__What you will do__.
Scan the records for the string "Radial", then copy each line that has it.

__Data supplied__.
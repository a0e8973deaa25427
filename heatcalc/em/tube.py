"""Long tube in a coil, empty bore, uniform axial alternating field outside (analytic).

Sign convention
---------------
RMS phasors, time dependence ``exp(j omega t)``. The tube has outer radius ``a`` and inner radius
``b``; the applied axial field is ``h_surface`` (real, phase reference) at ``r = a``. In the wall
``H_z = A I0(alpha r) + B K0(alpha r)``, ``alpha = (1 + j)/delta``. The bore holds no conductor,
so its field is uniform and equal to ``H_z(b)``; its flux ``mu_0 pi b**2 H_z(b)`` drives the
electric field at the inner wall (Faraday's law round the bore):
``2 pi b E_theta(b) = -j omega mu_0 pi b**2 H_z(b)``, with ``E_theta = -rho dH_z/dr``, hence
``dH_z/dr (b) = j b / (mu_r delta**2) H_z(b)`` (``mu_r`` of the wall, ``mu_0`` in the bore).
The induced current is ``J_theta = -dH_z/dr``.

The complex power entering unit outer surface (including the magnetic energy of the bore) is
``Z_s |h_surface|**2``, ``Z_s = rho H_z'(a)/H_z(a) = (rho/delta)(P + jQ)``.
"""

from __future__ import annotations

import numpy as np
from scipy.special import ive, kve

from heatcalc import _checks as v
from heatcalc.em._bessel import ONE_PLUS_J
from heatcalc.em.skin import skin_depth as _skin_depth

__all__ = [
    "tube_field",
    "tube_current_density",
    "tube_power_density",
    "tube_power_per_area",
    "tube_surface_impedance",
    "tube_power_factors",
]

# Walls thinner than one skin depth: the active part is small beside the reactive part (bore
# flux), and taking it as the real part of the closed form would lose digits; it is obtained
# instead by integrating rho |J|**2 over the wall with Gauss-Legendre quadrature, exact to
# rounding for such a smooth integrand (field varies on the scale delta >= wall thickness).
_THIN_WALL = 1.0
_GAUSS_X, _GAUSS_W = np.polynomial.legendre.leggauss(24)


def _wall_state(r, outer, inner, mu_r):
    """Field and derivative ratios in the wall, lengths in skin depths.

    Returns ``H(r)/H(a)`` and ``delta H'(r)/H(a)``; ``r``, ``outer``, ``inner`` are in units of
    the skin depth and broadcast together. Bessel functions are exponentially scaled so that
    no exponent is positive (``r >= inner``).
    """
    u = ONE_PLUS_J
    ub = u * inner
    beta = 1j * inner / mu_r
    c_hat = (u * ive(1, ub) - beta * ive(0, ub)) / (u * kve(1, ub) + beta * kve(0, ub))

    def combos(x):
        ux = u * x
        grow = np.exp(x - outer)  # e^{(x - a)/delta}, x <= a
        fall = c_hat * np.exp(inner - outer + u * (inner - x))  # |.| <= 1 for x >= b
        value = ive(0, ux) * grow + kve(0, ux) * fall
        slope = u * (ive(1, ux) * grow - kve(1, ux) * fall)
        return value, slope

    value_a, slope_a = combos(outer)
    value_r, slope_r = combos(r)
    return value_r / value_a, slope_r / value_a, slope_a / value_a


def _tube_zeta(outer, inner, mu_r):
    """``P + jQ`` for lengths in skin depths (arrays, validated by the caller)."""
    outer, inner, mu_r = np.broadcast_arrays(outer, inner, mu_r)
    zeta = np.asarray(_wall_state(outer, outer, inner, mu_r)[2], dtype=complex).copy()
    thin = (outer - inner) <= _THIN_WALL
    if np.any(thin):
        a, b, m = outer[thin], inner[thin], mu_r[thin]
        half = 0.5 * (a - b)
        mid = 0.5 * (a + b)
        nodes = mid[..., None] + half[..., None] * _GAUSS_X
        _, slope, _ = _wall_state(nodes, a[..., None], b[..., None], m[..., None])
        integral = half * np.sum(_GAUSS_W * np.abs(slope) ** 2 * nodes, axis=-1)
        zeta[thin] = integral / a + 1j * zeta[thin].imag
    return zeta


def _check_radii(outer_radius, inner_radius):
    a = v.positive("outer_radius", outer_radius, "m")
    b = v.positive("inner_radius", inner_radius, "m")
    v.less_than("inner_radius", b, "outer_radius", a)
    return a, b


def _position(r, a):
    rr = v.real_array("r", r, "m")
    v.within("r", rr, 0.0, "0", a, "outer_radius")
    return rr


def tube_field(r, outer_radius, inner_radius, skin_depth, mu_r=1.0):
    """Complex field ratio ``H(r)/H(outer_radius)`` in a long tube with an empty bore.

    Parameters
    ----------
    r : float or array [m]
        Radial position, ``0 <= r <= outer_radius``; in the bore (``r < inner_radius``) the
        field is uniform and equal to its value at the inner wall.
    outer_radius : float or array [m]
        Outer radius, > 0.
    inner_radius : float or array [m]
        Inner (bore) radius, ``0 < inner_radius < outer_radius``.
    skin_depth : float or array [m]
        Skin depth of the wall material, > 0.
    mu_r : float or array [-]
        Relative permeability of the wall, >= 1 (it enters the bore condition).

    Returns
    -------
    complex or array [-]
        Field ratio, 1 at the outer surface.

    Raises
    ------
    ValueError
        For a non-positive size or skin depth, ``inner_radius >= outer_radius``, mu_r < 1 or r
        outside [0, outer_radius].

    Notes
    -----
    Stable for any wall thickness and radius in skin depths (scaled Bessel functions).

    References
    ----------
    J. Davies, Conduction and Induction Heating, Peter Peregrinus (IEE), 1990: tubular load.
    M. Abramowitz and I. A. Stegun, Handbook of Mathematical Functions, 1964, section 9.6.
    """
    a, b = _check_radii(outer_radius, inner_radius)
    rr = _position(r, a)
    delta = v.positive("skin_depth", skin_depth, "m")
    mu = v.at_least("mu_r", mu_r, 1.0, "-")
    rr, a, b, delta, mu = np.broadcast_arrays(rr, a, b, delta, mu)
    ratio = _wall_state(np.maximum(rr, b) / delta, a / delta, b / delta, mu)[0]
    return v.scalar_or_array(ratio)


def tube_current_density(
    r, h_surface, outer_radius, inner_radius, resistivity, frequency, mu_r=1.0
):
    """Complex azimuthal current density ``J_theta(r)`` in a long tube with an empty bore.

    Parameters
    ----------
    r : float or array [m]
        Radial position, ``0 <= r <= outer_radius``; zero current in the bore.
    h_surface : float or array [A/m]
        RMS field at the outer surface, >= 0 (phase reference).
    outer_radius, inner_radius : float or array [m]
        Radii, ``0 < inner_radius < outer_radius``.
    resistivity : float or array [ohm m]
        Electrical resistivity, > 0.
    frequency : float or array [Hz]
        Frequency, > 0.
    mu_r : float or array [-]
        Relative permeability of the wall, >= 1.

    Returns
    -------
    complex or array [A/m2]
        RMS phasor ``J_theta = -dH_z/dr``.

    Raises
    ------
    ValueError
        For an invalid argument.

    References
    ----------
    J. Davies, Conduction and Induction Heating, Peter Peregrinus (IEE), 1990: tubular load.
    """
    a, b = _check_radii(outer_radius, inner_radius)
    rr = _position(r, a)
    h = v.non_negative("h_surface", h_surface, "A/m")
    delta = _skin_depth(resistivity, frequency, mu_r)
    mu = np.asarray(mu_r, dtype=float)
    rr, h, a, b, delta, mu = np.broadcast_arrays(rr, h, a, b, delta, mu)
    in_wall = rr >= b
    slope = _wall_state(np.maximum(rr, b) / delta, a / delta, b / delta, mu)[1]
    return v.scalar_or_array(np.where(in_wall, -h * slope / delta, 0.0))


def tube_power_density(r, h_surface, outer_radius, inner_radius, resistivity, frequency, mu_r=1.0):
    """Time-averaged induced power per unit volume ``rho |J|**2`` in a tube.

    Parameters
    ----------
    r, h_surface, outer_radius, inner_radius, resistivity, frequency, mu_r
        As for :func:`tube_current_density` (units m, A/m, m, m, ohm m, Hz, -).

    Returns
    -------
    float or array [W/m3]
        Power density (zero in the bore).

    Raises
    ------
    ValueError
        For an invalid argument.
    """
    j = tube_current_density(r, h_surface, outer_radius, inner_radius, resistivity, frequency, mu_r)
    return v.scalar_or_array(np.asarray(resistivity, dtype=float) * np.abs(j) ** 2)


def tube_power_factors(outer_radius_to_skin_depth, inner_radius_to_skin_depth, mu_r=1.0):
    """Dimensionless active and reactive functions ``P`` and ``Q`` of a tube with empty bore.

    Parameters
    ----------
    outer_radius_to_skin_depth : float or array [-]
        ``outer_radius / skin_depth``, > 0.
    inner_radius_to_skin_depth : float or array [-]
        ``inner_radius / skin_depth``, > 0 and < outer_radius_to_skin_depth.
    mu_r : float or array [-]
        Relative permeability of the wall, >= 1.

    Returns
    -------
    P, Q : float or array [-]
        Active and reactive power per unit outer surface are ``(rho H**2/delta) P`` and
        ``(rho H**2/delta) Q``.

    Raises
    ------
    ValueError
        For an invalid argument.

    Notes
    -----
    As the bore shrinks, or the wall becomes many skin depths thick, ``P`` and ``Q`` tend to
    those of the solid cylinder. For walls thinner than one skin depth ``P`` is evaluated as
    the wall integral of ``|J|**2`` (24-point Gauss-Legendre) to keep full precision.

    References
    ----------
    J. Davies, Conduction and Induction Heating, Peter Peregrinus (IEE), 1990: tubular load.

    Examples
    --------
    >>> p, q = tube_power_factors(10.0, 5.0)
    >>> round(float(p), 4), round(float(q), 4)
    (0.9493, 1.0006)
    """
    a = v.positive("outer_radius_to_skin_depth", outer_radius_to_skin_depth, "-")
    b = v.positive("inner_radius_to_skin_depth", inner_radius_to_skin_depth, "-")
    v.less_than("inner_radius_to_skin_depth", b, "outer_radius_to_skin_depth", a)
    mu = v.at_least("mu_r", mu_r, 1.0, "-")
    zeta = _tube_zeta(a, b, mu)
    return v.scalar_or_array(zeta.real), v.scalar_or_array(zeta.imag)


def tube_surface_impedance(outer_radius, inner_radius, resistivity, frequency, mu_r=1.0):
    """Complex surface impedance of a long tube with an empty bore in an axial field.

    Parameters
    ----------
    outer_radius, inner_radius : float or array [m]
        Radii, ``0 < inner_radius < outer_radius``.
    resistivity : float or array [ohm m]
        Electrical resistivity of the wall, > 0.
    frequency : float or array [Hz]
        Frequency, > 0.
    mu_r : float or array [-]
        Relative permeability of the wall, >= 1.

    Returns
    -------
    complex or array [ohm]
        ``Z_s = (rho/delta)(P + jQ)``: (active + j reactive) power entering unit outer surface
        is ``Z_s |H_surface|**2`` (RMS); the reactive part includes the bore. ``Re, Im > 0``.

    Raises
    ------
    ValueError
        For an invalid argument.

    References
    ----------
    J. Davies, Conduction and Induction Heating, Peter Peregrinus (IEE), 1990: tubular load.
    """
    a, b = _check_radii(outer_radius, inner_radius)
    rho = v.positive("resistivity", resistivity, "ohm m")
    mu = v.at_least("mu_r", mu_r, 1.0, "-")
    delta = _skin_depth(rho, frequency, mu)
    return v.scalar_or_array(rho / delta * _tube_zeta(a / delta, b / delta, mu))


def tube_power_per_area(h_surface, outer_radius, inner_radius, resistivity, frequency, mu_r=1.0):
    """Time-averaged induced power per unit outer surface of a long tube with an empty bore.

    Parameters
    ----------
    h_surface : float or array [A/m]
        RMS axial field at the outer surface, >= 0.
    outer_radius, inner_radius : float or array [m]
        Radii, ``0 < inner_radius < outer_radius``.
    resistivity : float or array [ohm m]
        Electrical resistivity of the wall, > 0.
    frequency : float or array [Hz]
        Frequency, > 0.
    mu_r : float or array [-]
        Relative permeability of the wall, >= 1.

    Returns
    -------
    float or array [W/m2]
        ``p = (rho H**2/delta) P``.

    Raises
    ------
    ValueError
        For an invalid argument.

    Notes
    -----
    Infinitely long tube, nothing conducting in the bore, uniform wall properties.

    References
    ----------
    J. Davies, Conduction and Induction Heating, Peter Peregrinus (IEE), 1990: tubular load.
    """
    h = v.non_negative("h_surface", h_surface, "A/m")
    z = tube_surface_impedance(outer_radius, inner_radius, resistivity, frequency, mu_r)
    return v.scalar_or_array(h**2 * np.real(z))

__Response to the exercise__.
        Radial position, ``0 <= r <= outer_radius``; in the bore (``r < inner_radius``) the
        Radial position, ``0 <= r <= outer_radius``; zero current in the bore.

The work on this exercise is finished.